No, the point is this: An attack on a journalist is an attack on information. It is an attempt to silence someone who knows the wrong things. It is a means to control the public's understanding of reality. It is an assault on openness -- and in that sense it is an assault on the public itself.

Yes, journalists sometimes put themselves in harm's way, and anyone in the same line of work would want to express solidarity. But the point has more to do with the motive, and the consequence, than with the act itself.

This year, as it does every year, the Committee to Protect Journalists has given out its International Press Freedom Awards. Four recipients, from around the world, were honored at a fund-raising dinner in New York last week. What's striking is the ordinariness of the four; none is a cowboy or a hot dog.

Consider Irina Petrushova of Kazakhstan, editor of Respublika. A business newspaper in a country where business is marked by official favoritism, nepotism, corruption and Swiss bank accounts is a newspaper asking for trouble, and Ms. Petrushova got it in spades. A funeral wreath with her name on it was delivered to her. A decapitated dog was left hanging from a window grating at the paper; the dog's head turned up at her house. Then the paper's offices were firebombed and destroyed.

In September, the diminutive 36-year-old fled to Moscow, where she continues to edit her newspaper from afar.

"Like hundreds of my colleagues in other countries around the world, I fear for myself and my sons," she told the gathering in New York. But -- "I am even more afraid that my children will have to live in a totally corrupt society. I fear they will have to lie, to offer bribes, to grovel."

Or consider Ignacio Gomez, who continues to write fearlessly about drugs and politics in Colombia despite the deaths and abductions of colleagues and threats against himself. Or Tipu Sultan, who wrote a wire-service story implicating a Bangladeshi politician in an arson attack on a school, and was shortly after beaten nearly to death by the politician's private thugs.

One recipient couldn't make the dinner: Fesshaye Yohannes of Eritrea has been in prison since the independent press was banned there more than a year ago. He has been unheard from since May.

There was another journalist in New York last week, Mariane Pearl. Her husband, Daniel, was murdered this year in Pakistan while working for The Wall Street Journal. That was a case that many Americans, in and out of journalism, found deeply disturbing -- yet, sadly, it was not that unusual. Last year, 37 journalists were killed worldwide.

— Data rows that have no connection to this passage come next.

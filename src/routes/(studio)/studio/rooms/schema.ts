// Rooms & gear: the forms' schemas and the exact conversions between what the owner types and
// what the database stores (money as integer minor units of the studio's currency).
import { z } from 'zod';
import { parseMoney, toDecimalString } from '$lib/domain/money';
import { exact, moneyText } from '$lib/schemas/fields';
import { blockRateFindings, refuseErrors } from '$lib/schemas/rate-card';
import type { BlockLengths } from '$lib/domain/pricing/rateCardChecks';
import { isStudioDate, lineText, multilineText } from '$lib/schemas/input';
import { daysFrom } from '$lib/domain/time';
// Types only: erased before the browser bundle is made.
import type { GearValues, RoomValues } from '$lib/server/inventory';

const UUID_OR_EMPTY = /^(?:[0-9a-f]{8}-[0-9a-f]{4}-[0-9a-f]{4}-[0-9a-f]{4}-[0-9a-f]{12})?$/i;

/** Categories offered in the gear list; others may be typed. */
export const GEAR_CATEGORIES = [
	'microphone',
	'preamp',
	'compressor',
	'equaliser',
	'instrument',
	'amplifier',
	'monitoring',
	'cable',
	'other'
];

/** The safety notes studios put on the usual suspects; the owner may add any of them to a piece of gear. */
export const USUAL_CAUTIONS = [
	{
		label: 'Phantom power',
		text: 'Needs 48 V phantom power (IEC 61938): switch phantom off and mute the channel before patching; keep it away from ribbon microphones.'
	},
	{
		label: 'Ribbon',
		text: 'Ribbon element: never send phantom power to it and keep it out of strong air blasts (kick drum ports, plosives).'
	},
	{ label: 'Valve / mains', text: 'Valve unit: let it cool before moving; never remove the mains safety earth.' },
	{ label: 'Heavy', text: 'Heavy: moved only by two people, with a dolly where there is one.' },
	{ label: 'Hearing', text: 'Start cue mixes quiet and raise them slowly: long sessions near 85 dB(A) put hearing at risk.' }
] as const;

function buildRoomSchema(currency: string, blocks: BlockLengths) {
	return (
		z
			.object({
				/** Empty for a room being added (the studio's set-up adds its rooms). */
				id: z.string().regex(UUID_OR_EMPTY, { error: 'Unknown room.' }).default(''),
				name: lineText({ error: 'Name the room.' })
					.trim()
					.min(1, { error: 'Name the room.' })
					.max(80, { error: 'Keep the name under 80 characters.' }),
				description: multilineText().trim().max(1000, { error: 'Keep the description under 1000 characters.' }).default(''),
				hourly: moneyText(currency),
				halfDay: moneyText(currency),
				fullDay: moneyText(currency),
				active: z.boolean().default(false)
			})
			// A half day dearer than the full day, or a block many times its hours: a typo, refused.
			.superRefine((v, ctx) => refuseErrors(blockRateFindings(v, blocks, currency), ctx))
	);
}

function buildGearSchema(currency: string) {
	return z.object({
		id: z.string().regex(UUID_OR_EMPTY, { error: 'Unknown gear.' }).default(''),
		name: lineText({ error: 'Describe the piece by type.' })
			.trim()
			.min(2, { error: 'Describe the piece by type, e.g. small-diaphragm condenser, cardioid.' })
			.max(120, { error: 'Keep the name under 120 characters.' }),
		category: lineText({ error: 'Choose a category.' })
			.trim()
			.toLowerCase()
			.min(1, { error: 'Choose a category.' })
			.max(40, { error: 'Keep the category under 40 characters.' }),
		description: multilineText().trim().max(1000, { error: 'Keep the description under 1000 characters.' }).default(''),
		homeRoom: z.string().regex(UUID_OR_EMPTY, { error: 'Choose one of the rooms.' }).default(''),
		hireFee: moneyText(currency),
		hireable: z.boolean().default(false),
		notes: multilineText().trim().max(2000, { error: 'Keep notes under 2000 characters.' }).default(''),
		caution: multilineText().trim().max(1000, { error: 'Keep the caution under 1000 characters.' }).default('')
	});
}

const roomSchemas = new Map<string, ReturnType<typeof buildRoomSchema>>();
const gearSchemas = new Map<string, ReturnType<typeof buildGearSchema>>();

/** One schema object per currency (and block lengths), so the validation adapters' caches stay small. */
export function roomSchema(currency: string, blocks: BlockLengths) {
	const key = `${currency}:${blocks.halfDayMinutes}:${blocks.fullDayMinutes}`;
	let s = roomSchemas.get(key);
	if (!s) roomSchemas.set(key, (s = buildRoomSchema(currency, blocks)));
	return s;
}
export function gearSchema(currency: string) {
	let s = gearSchemas.get(currency);
	if (!s) gearSchemas.set(currency, (s = buildGearSchema(currency)));
	return s;
}

export type RoomForm = z.infer<ReturnType<typeof buildRoomSchema>>;
export type GearForm = z.infer<ReturnType<typeof buildGearSchema>>;

export function roomFormFrom(r: RoomValues & { id: string }, currency: string): RoomForm {
	return {
		id: r.id,
		name: r.name,
		description: r.description,
		hourly: toDecimalString(r.hourly, currency),
		halfDay: toDecimalString(r.halfDay, currency),
		fullDay: toDecimalString(r.fullDay, currency),
		active: r.active
	};
}

export function roomValuesFrom(f: RoomForm, currency: string): RoomValues {
	return {
		name: f.name,
		description: f.description,
		hourly: exact(parseMoney(f.hourly, currency)),
		halfDay: exact(parseMoney(f.halfDay, currency)),
		fullDay: exact(parseMoney(f.fullDay, currency)),
		active: f.active
	};
}

/** A room about to be added: bookable, rates still to fill in. */
export const NEW_ROOM: RoomForm = { id: '', name: '', description: '', hourly: '', halfDay: '', fullDay: '', active: true };

export const NEW_GEAR: Omit<GearForm, 'hireFee'> = {
	id: '',
	name: '',
	category: 'microphone',
	description: '',
	homeRoom: '',
	hireable: false,
	notes: '',
	caution: ''
};

export function gearFormFrom(g: GearValues & { id: string }, currency: string): GearForm {
	return {
		id: g.id,
		name: g.name,
		category: g.category,
		description: g.description,
		homeRoom: g.homeRoomId ?? '',
		hireFee: toDecimalString(g.hireFee, currency),
		hireable: g.hireable,
		notes: g.notes,
		caution: g.caution
	};
}

export function gearValuesFrom(f: GearForm, currency: string): GearValues {
	return {
		name: f.name,
		category: f.category,
		description: f.description,
		homeRoomId: f.homeRoom || null,
		hireFee: exact(parseMoney(f.hireFee, currency)),
		hireable: f.hireable,
		notes: f.notes,
		caution: f.caution
	};
}

// ---------------------------------------------------------------------------------------------
// Blackout days

// A real day within the calendar's years (a blackout in year 1 or 9999 means nothing to a studio).
const realDate = isStudioDate;

export const blackoutSchema = z
	.object({
		startsOn: z.string().trim().refine(realDate, { error: 'Choose the first closed day.' }),
		endsOn: z.string().trim().default(''),
		reason: lineText().trim().max(200, { error: 'Keep the reason under 200 characters.' }).default(''),
		confirm: z.string().optional()
	})
	.superRefine((v, ctx) => {
		if (v.endsOn && !realDate(v.endsOn))
			ctx.addIssue({ code: 'custom', path: ['endsOn'], message: 'Choose the last closed day, or leave it empty for one day.' });
		else if (v.endsOn && realDate(v.startsOn) && v.endsOn < v.startsOn) {
			ctx.addIssue({ code: 'custom', path: ['endsOn'], message: 'The last day is before the first.' });
		} else if (v.endsOn && realDate(v.startsOn) && daysFrom(v.startsOn, v.endsOn) > 366) {
			ctx.addIssue({ code: 'custom', path: ['endsOn'], message: 'Block out at most a year at a time.' });
		}
	});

And even as the tables were being set for the CPJ dinner, Islamic leaders in Nigeria were urging Muslims to kill Isioma Daniel, a reporter for This Day who wrote about the aborted Miss World contest there.

Acts of violence against the press, as attacks on the free flow of information that is the lifeblood of democracy, unfortunately anchor one end -- granted, the most extreme end -- of a spectrum that reaches into all countries.

President Vladimir Putin of Russia vetoes a bill that would allow him to crack down hard on the press; but he already has the ability to crack down soft, and that is sufficient. In the past year, even a democracy like the United States has imposed wider and wider restrictions on the public's right to know.

This is not what Irina Petrushova would recognize as an assault on the press of the type she is familiar with. But the motive is the same, and that's what's wrong with it.

Copyright © 2021, The Baltimore Sun, a Baltimore Sun Media Group publication | Place an Ad

You've reached your monthly free article limit.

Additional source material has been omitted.